Collected data entries:
----

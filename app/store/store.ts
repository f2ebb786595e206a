/**
 * The editor's store: one zustand store made of typed slices (document, view, tool,
 * jobs). Only the document's project is undoable (zundo, partialized to it); one
 * gesture (a drag, a finished follow) is one undo step through begin/endGesture.
 * A vanilla store, so the tools' tests drive it in Node; React reads it with useEditor.
 */
import { createStore, type StoreApi } from 'zustand/vanilla';
import { temporal, type TemporalState } from 'zundo';
import type { Anchor, Project } from '../../src/doc/model.ts';
import { deleteLetters, deleteStrokes, deleteTextMarks } from '../../src/doc/rules.ts';
import type { StrokeSample } from '../../src/trace/types.ts';

export type ToolName = 'pan' | 'follow' | 'refine' | 'calibrate' | 'letter';

/**
 * What a tool draws over the photo while a gesture is under way: the Calibrate line
 * along a ruler, the Letter tool's pick box, or a word divider or lacuna being placed (px).
 */
export type ToolGuide =
  | { kind: 'ruler'; x0: number; y0: number; x1: number; y1: number }
  | { kind: 'box'; x0: number; y0: number; x1: number; y1: number }
  | { kind: 'mark'; mark: 'divider' | 'lacuna'; x: number; y: number };

export interface DocumentSlice {
  project: Project | undefined;
  /** Image bytes by file path in the project (not undoable: images never change). */
  images: Map<string, Uint8Array>;
  /** Selected stroke ids. */
  selection: string[];
  /** Selected letters and text marks (word dividers, lacunae), by id; kept pruned like `selection`. */
  letterSelection: string[];
  /** The project as last saved to a file, to tell unsaved changes. */
  savedProject: Project | undefined;
  loadProject(project: Project, images: Map<string, Uint8Array>): void;
  /** Applies a document change; one undo step unless a gesture is open. */
  change(fn: (p: Project) => Project): void;
  beginGesture(): void;
  endGesture(): void;
  cancelGesture(): void;
  select(ids: string[], mode?: 'replace' | 'add' | 'toggle'): void;
  deleteSelection(): void;
  selectLetters(ids: string[], mode?: 'replace' | 'add' | 'toggle'): void;
  /** Deletes the selected letters and text marks (not their strokes): one undo step. */
  deleteLetterSelection(): void;
  undo(): void;
  redo(): void;
  markSaved(): void;
}

export interface ViewSlice {
  /** Screen px per image px. */
  zoom: number;
  /** Screen position of image point (0, 0). */
  panX: number;
  panY: number;
  overlay: boolean;
  overlayOpacity: number;
  showDuctus: boolean;
  /** Cursor in image px, when over the canvas. */
  cursor: { x: number; y: number } | undefined;
  setView(patch: Partial<Pick<ViewSlice, 'zoom' | 'panX' | 'panY' | 'overlay' | 'overlayOpacity' | 'showDuctus' | 'cursor'>>): void;
}

export interface ToolSlice {
  tool: ToolName;
  /** The active state path, e.g. 'follow.following' (for the status strip and tests). */
  toolPath: string;
  /** Anchors placed so far by the Follow tool. */
  pending: Anchor[];
  /** The live preview path, drawn over the photo. */
  preview: StrokeSample[] | undefined;
  /** The active tool's guide over the photo (ruler line, pick box, mark being placed). */
  guide: ToolGuide | undefined;
  setTool(tool: ToolName): void;
  setToolView(patch: Partial<Pick<ToolSlice, 'toolPath' | 'pending' | 'preview' | 'guide'>>): void;
}

export interface Job {
  label: string;
  /** 0..1 when known. */
  progress?: number;
  cancel?: () => void;
}

export interface JobsSlice {
  lastSolveMs: number | undefined;
  jobs: Record<string, Job>;
  /** A message for the person: errors from opening files, say. */
  message: { kind: 'error' | 'info'; text: string } | undefined;
  setJob(id: string, job: Job | undefined): void;
  setLastSolve(ms: number): void;
  setMessage(message: JobsSlice['message']): void;
}

export type EditorState = DocumentSlice & ViewSlice & ToolSlice & JobsSlice;
export type EditorStore = StoreApi<EditorState> & { temporal: StoreApi<TemporalState<{ project: Project | undefined }>> };

/** Keeps the selection to strokes that exist (after a delete, an undo, a load). */
function pruneSelection(project: Project | undefined, selection: string[]): string[] {
  if (!project) return [];
  const kept = selection.filter((id) => project.strokes[id]);
  return kept.length === selection.length ? selection : kept;
}

/** Keeps the letter selection to letters and text marks that exist. */
function pruneLetterSelection(project: Project | undefined, selection: string[]): string[] {
  if (!project) return [];
  const kept = selection.filter((id) => project.letters[id] || project.textMarks[id]);
  return kept.length === selection.length ? selection : kept;
}

/** Both selections pruned for `project`. */
function pruned(project: Project | undefined, s: Pick<DocumentSlice, 'selection' | 'letterSelection'>) {
  return { selection: pruneSelection(project, s.selection), letterSelection: pruneLetterSelection(project, s.letterSelection) };
}

function pick(cur: string[], ids: string[], mode: 'replace' | 'add' | 'toggle'): string[] {
  if (mode === 'replace') return [...new Set(ids)];
  if (mode === 'add') return [...new Set([...cur, ...ids])];
  const s = new Set(cur);
  for (const id of ids) if (s.has(id)) s.delete(id); else s.add(id);
  return [...s];
}

export function createEditorStore(): EditorStore {
  let gestureStart: Project | undefined;
  let inGesture = false;
  const store = createStore<EditorState>()(
    temporal(
      (set, get) => ({
        // document
        project: undefined,
        images: new Map(),
        selection: [],
        letterSelection: [],
        savedProject: undefined,
        loadProject: (project, images) => {
          set({ project, images, selection: [], letterSelection: [], savedProject: project });
          store.temporal.getState().clear();
        },
        change: (fn) => {
          const p = get().project;
          if (!p) return;
          const next = fn(p);
          if (next === p) return;
          set({ project: next, ...pruned(next, get()) });
        },
        beginGesture: () => {
          if (inGesture) return;
          inGesture = true;
          gestureStart = get().project;
          store.temporal.getState().pause();
        },
        endGesture: () => {
          if (!inGesture) return;
          inGesture = false;
          const final = get().project;
          const start = gestureStart;
          gestureStart = undefined;
          if (final === start) {
            store.temporal.getState().resume();
            return;
          }
          // Record one step whose past is the state before the gesture.
          set({ project: start });
          store.temporal.getState().resume();
          set({ project: final, ...pruned(final, get()) });
        },
        cancelGesture: () => {
          if (!inGesture) return;
          inGesture = false;
          set({ project: gestureStart, ...pruned(gestureStart, get()) });
          gestureStart = undefined;
          store.temporal.getState().resume();
        },
        select: (ids, mode = 'replace') => {
          const cur = get().selection;
          let next: string[];
          if (mode === 'replace') next = [...new Set(ids)];
          else if (mode === 'add') next = [...new Set([...cur, ...ids])];
          else {
            const s = new Set(cur);
            for (const id of ids) if (s.has(id)) s.delete(id); else s.add(id);
            next = [...s];
          }
          set({ selection: pruneSelection(get().project, next) });
        },
        deleteSelection: () => {
          const ids = get().selection;
          if (ids.length === 0) return;
          get().change((p) => deleteStrokes(p, ids));
        },
        selectLetters: (ids, mode = 'replace') => {
          set({ letterSelection: pruneLetterSelection(get().project, pick(get().letterSelection, ids, mode)) });
        },
        deleteLetterSelection: () => {
          const ids = get().letterSelection;
          if (ids.length === 0) return;
          get().change((p) => deleteTextMarks(deleteLetters(p, ids), ids));
        },
        undo: () => {
          if (inGesture) get().cancelGesture();
          store.temporal.getState().undo();
          set(pruned(get().project, get()));
        },
        redo: () => {
          store.temporal.getState().redo();
          set(pruned(get().project, get()));
        },
        markSaved: () => set({ savedProject: get().project }),
        // view
        zoom: 1,
        panX: 0,
        panY: 0,
        overlay: false,
        overlayOpacity: 0.5,
        showDuctus: false,
        cursor: undefined,
        setView: (patch) => set(patch),
        // tool
        tool: 'follow',
        toolPath: 'follow.idle',
        pending: [],
        preview: undefined,
        guide: undefined,
        setTool: (tool) => set({ tool, toolPath: `${tool}.idle`, pending: [], preview: undefined, guide: undefined }),
        setToolView: (patch) => set(patch),
        // jobs
        lastSolveMs: undefined,
        jobs: {},
        message: undefined,
        setJob: (id, job) => {
          const jobs = { ...get().jobs };
          if (job) jobs[id] = job;
          else delete jobs[id];
          set({ jobs });
        },
        setLastSolve: (ms) => set({ lastSolveMs: ms }),
        setMessage: (message) => set({ message }),
      }),
      {
        partialize: (s) => ({ project: s.project }),
        equality: (a, b) => a.project === b.project,
        limit: 500,
      },
    ),
  ) as EditorStore;
  return store;
}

----

** Assigned task **
Proceeding from the line containing "to it); one" through the line containing "zoom: number;", transcribe the lines above exactly, both end lines included.

** Response to the exercise **
 * jobs). Only the document's project is undoable (zundo, partialized to it); one
 * gesture (a drag, a finished follow) is one undo step through begin/endGesture.
 * A vanilla store, so the tools' tests drive it in Node; React reads it with useEditor.
 */
import { createStore, type StoreApi } from 'zustand/vanilla';
import { temporal, type TemporalState } from 'zundo';
import type { Anchor, Project } from '../../src/doc/model.ts';
import { deleteLetters, deleteStrokes, deleteTextMarks } from '../../src/doc/rules.ts';
import type { StrokeSample } from '../../src/trace/types.ts';

export type ToolName = 'pan' | 'follow' | 'refine' | 'calibrate' | 'letter';

/**
 * What a tool draws over the photo while a gesture is under way: the Calibrate line
 * along a ruler, the Letter tool's pick box, or a word divider or lacuna being placed (px).
 */
export type ToolGuide =
  | { kind: 'ruler'; x0: number; y0: number; x1: number; y1: number }
  | { kind: 'box'; x0: number; y0: number; x1: number; y1: number }
  | { kind: 'mark'; mark: 'divider' | 'lacuna'; x: number; y: number };

export interface DocumentSlice {
  project: Project | undefined;
  /** Image bytes by file path in the project (not undoable: images never change). */
  images: Map<string, Uint8Array>;
  /** Selected stroke ids. */
  selection: string[];
  /** Selected letters and text marks (word dividers, lacunae), by id; kept pruned like `selection`. */
  letterSelection: string[];
  /** The project as last saved to a file, to tell unsaved changes. */
  savedProject: Project | undefined;
  loadProject(project: Project, images: Map<string, Uint8Array>): void;
  /** Applies a document change; one undo step unless a gesture is open. */
  change(fn: (p: Project) => Project): void;
  beginGesture(): void;
  endGesture(): void;
  cancelGesture(): void;
  select(ids: string[], mode?: 'replace' | 'add' | 'toggle'): void;
  deleteSelection(): void;
  selectLetters(ids: string[], mode?: 'replace' | 'add' | 'toggle'): void;
  /** Deletes the selected letters and text marks (not their strokes): one undo step. */
  deleteLetterSelection(): void;
  undo(): void;
  redo(): void;
  markSaved(): void;
}

export interface ViewSlice {
  /** Screen px per image px. */
  zoom: number;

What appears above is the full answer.